** Work to be completed **
In the records that follow, show each line where the word "Disk" is present.

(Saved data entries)
BEGIN
/// A reactant or product region.
#[derive(Debug, Clone, PartialEq, Serialize)]
#[serde(tag = "rule", rename_all = "kebab-case")]
pub enum Region {
    /// {p : (p − m)·n ≥ 0}, nearer m than any other minimum
    HalfPlane {
        /// the minimum
        minimum: Point,
        /// the outward unit normal
        normal: [f64; 2],
        /// the other minima (the region stays nearer `minimum` than these)
        #[serde(skip)]
        others: Vec<Point>,
        /// slack for points on the boundary (rounding of cell centres)
        #[serde(skip)]
        slack: f64,
    },
    /// |p − centre| ≤ radius
    Disk {
        /// the minimum
        centre: Point,
        /// the radius
        radius: f64,
    },
}

/// The unit vector from a to b.
fn unit(a: Point, b: Point) -> [f64; 2] {
    let d = dist(a, b);
    [(b[0] - a[0]) / d, (b[1] - a[1]) / d]
}

fn dist(a: Point, b: Point) -> f64 {
    (a[0] - b[0]).hypot(a[1] - b[1])
}

impl Region {
    /// Whether `p` lies in the region.
    pub fn contains(&self, p: Point) -> bool {
        match self {
            Region::HalfPlane {
                minimum,
                normal,
                others,
                slack,
            } => {
                let ahead =
                    (p[0] - minimum[0]) * normal[0] + (p[1] - minimum[1]) * normal[1] >= -slack;
                let d = dist(p, *minimum);
                ahead && others.iter().all(|o| dist(p, *o) > d)
            }
            Region::Disk { centre, radius } => dist(p, *centre) <= *radius,
        }
    }
}

/// The harmonic data at the reactant and the rate-limiting saddle.
#[derive(Debug, Clone, Copy, Serialize)]
pub struct Harmonic {
    /// H_a (kT per length²)
    pub reactant_hessian: Sym2,
    /// H_b
    pub saddle_hessian: Sym2,
    /// U_b − U_a (kT)
    pub barrier: f64,
    /// the negative eigenvalue of D·H_b (1/time) and its unit eigenvector
    pub unstable_rate: f64,
    /// the unstable direction of the overdamped flow
    pub unstable_direction: [f64; 2],
}

/// The rates (per time unit); `None` where a formula does not apply (no mass).
#[derive(Debug, Clone, Copy, Default, Serialize)]
pub struct PlaneRates {
    /// overdamped Langer with the tensor D
    pub langer_overdamped: f64,
    /// Langer with inertia (mass and friction)
    pub langer: Option<f64>,
    /// Vineyard's harmonic TST (mass)
    pub harmonic_tst: Option<f64>,
    /// 1 / exact overdamped MFPT (`None` when the solve broke down)
    pub mfpt: Option<f64>,
    /// TPT rate k_AB = ν_AB / π_A from the committor (`None` when the solve broke down)
    pub tpt: Option<f64>,
}

/// The MFPT refinement and the regions.
#[derive(Debug, Clone, Serialize)]
pub struct PlaneMfpt {
    /// from the reactant minimum
    pub start: Point,
    /// the product region
    pub product: Region,
    /// T on the finest grid (time); `None` when the solve broke down
    pub time: Option<f64>,
    /// each grid and its T (up to a breakdown)
    pub grids: Vec<RefinementStep>,
    /// relative change of T at the last refinement; `None` when the solve broke down
    pub last_change: Option<f64>,
    /// whether that change is below the tolerance
    pub converged: bool,
    /// the observed order of convergence, from the last three grids
    pub observed_order: Option<f64>,
    /// Richardson's estimate with that order
    pub extrapolated: Option<f64>,
    /// the refinement settings
    pub options: PlaneOptions,
}

/// The committor and the TPT rate.
#[derive(Debug, Clone, Serialize)]
pub struct PlaneTpt {
    /// the grid (the finest of the MFPT refinement)
    pub grid: Grid,
    /// the reactant region A
    pub reactant: Region,
    /// ν_AB (1/time)
    pub reactive_frequency: f64,
    /// π_A, the probability of having last visited A
    pub last_in_a: f64,
    /// k_AB = ν_AB/π_A
    pub rate: f64,
}

/// The one-coordinate projection along the MEP.
#[derive(Debug, Clone, Serialize)]
pub struct MepProjection {
    /// the MEP's unit tangent at the rate-limiting saddle
    pub tangent: [f64; 2],
    /// D along the path, kT/ζ_s with ζ_s = tᵀζt, ζ = kT D⁻¹
    pub diffusion: f64,
    /// the mass along the path, tᵀMt
    pub mass: Option<f64>,
    /// γ = ζ_s/m_s along the path
    pub friction: Option<f64>,
    /// the MEP's length
    pub length: f64,
    /// the 1-D barrier (kT)
    pub barrier: f64,
    /// the 1-D exact MFPT from s = 0 to the product minimum (time)
    pub mfpt: f64,
    /// the crate's 1-D rates of U(s) with these D, m, γ
    pub rates: Rates,
}

/// Everything the analytic half computes on a surface.
#[derive(Debug, Clone, Serialize)]
pub struct PlaneTheory {
    /// the landscape
    pub landscape: SurfaceLandscape,
    /// the harmonic data over the rate-limiting saddle
    pub harmonic: Harmonic,
    /// the rates
    pub rates: PlaneRates,
    /// the MFPT refinement
    pub mfpt: PlaneMfpt,
    /// the committor's TPT rate (`None` when the MFPT solve broke down)
    pub tpt: Option<PlaneTpt>,
    /// the projection along the MEP
    pub mep_1d: MepProjection,
    /// what a user should know
    pub warnings: Vec<String>,
}

/// What a user should know about the surface itself: absent nodes of a grid table.
pub fn surface_warnings(sys: &PlaneSystem) -> Vec<String> {
    match &sys.surface {
        PlaneSurface::Grid(g) if g.absent_nodes() > 0 => vec![format!(
            "{} nodes absent: the cells around them are forbidden; list forbidden nodes with U = inf to say so on purpose",
            g.absent_nodes()
        )],
        _ => Vec::new(),
    }
}

/// The default regions (module doc): (A, B).
pub fn regions(l: &SurfaceLandscape, product_radius: Option<f64>, slack: f64) -> (Region, Region) {
    let (ma, mb) = (l.minima[l.reactant].position, l.minima[l.product].position);
    if let Some(radius) = product_radius {
        return (
            Region::Disk { centre: ma, radius },
            Region::Disk { centre: mb, radius },
        );
    }
    let pts = &l.mep.points;
    let n = pts.len();
    let t_a = unit(pts[1].position, pts[0].position);
    let t_b = unit(pts[n - 2].position, pts[n - 1].position);
    let others = |k: usize| {
        l.minima
            .iter()
            .enumerate()
            .filter(|&(i, _)| i != k)
            .map(|(_, m)| m.position)
            .collect::<Vec<_>>()
    };
    (
        Region::HalfPlane {
            minimum: ma,
            normal: t_a,
            others: others(l.reactant),
            slack,
        },
        Region::HalfPlane {
            minimum: mb,
            normal: t_b,
            others: others(l.product),
            slack,
        },
    )
}

fn inverse(m: Sym2) -> Sym2 {
    let det = m[0][0] * m[1][1] - m[0][1] * m[1][0];
    [
        [m[1][1] / det, -m[0][1] / det],
        [-m[1][0] / det, m[0][0] / det],
    ]
}

/// The surface's rates with the default refinement settings.
///
/// # Errors
/// See [`analyse_plane_with`].
pub fn analyse_plane(sys: &PlaneSystem) -> Result<PlaneTheory, PlaneError> {
    analyse_plane_with(sys, &PlaneOptions::default())
}
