//! Periodic simulation (placeholder; being written).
END
** Answer space **
    Disk {
            Region::Disk { centre, radius } => dist(p, *centre) <= *radius,
            Region::Disk { centre: ma, radius },
            Region::Disk { centre: mb, radius },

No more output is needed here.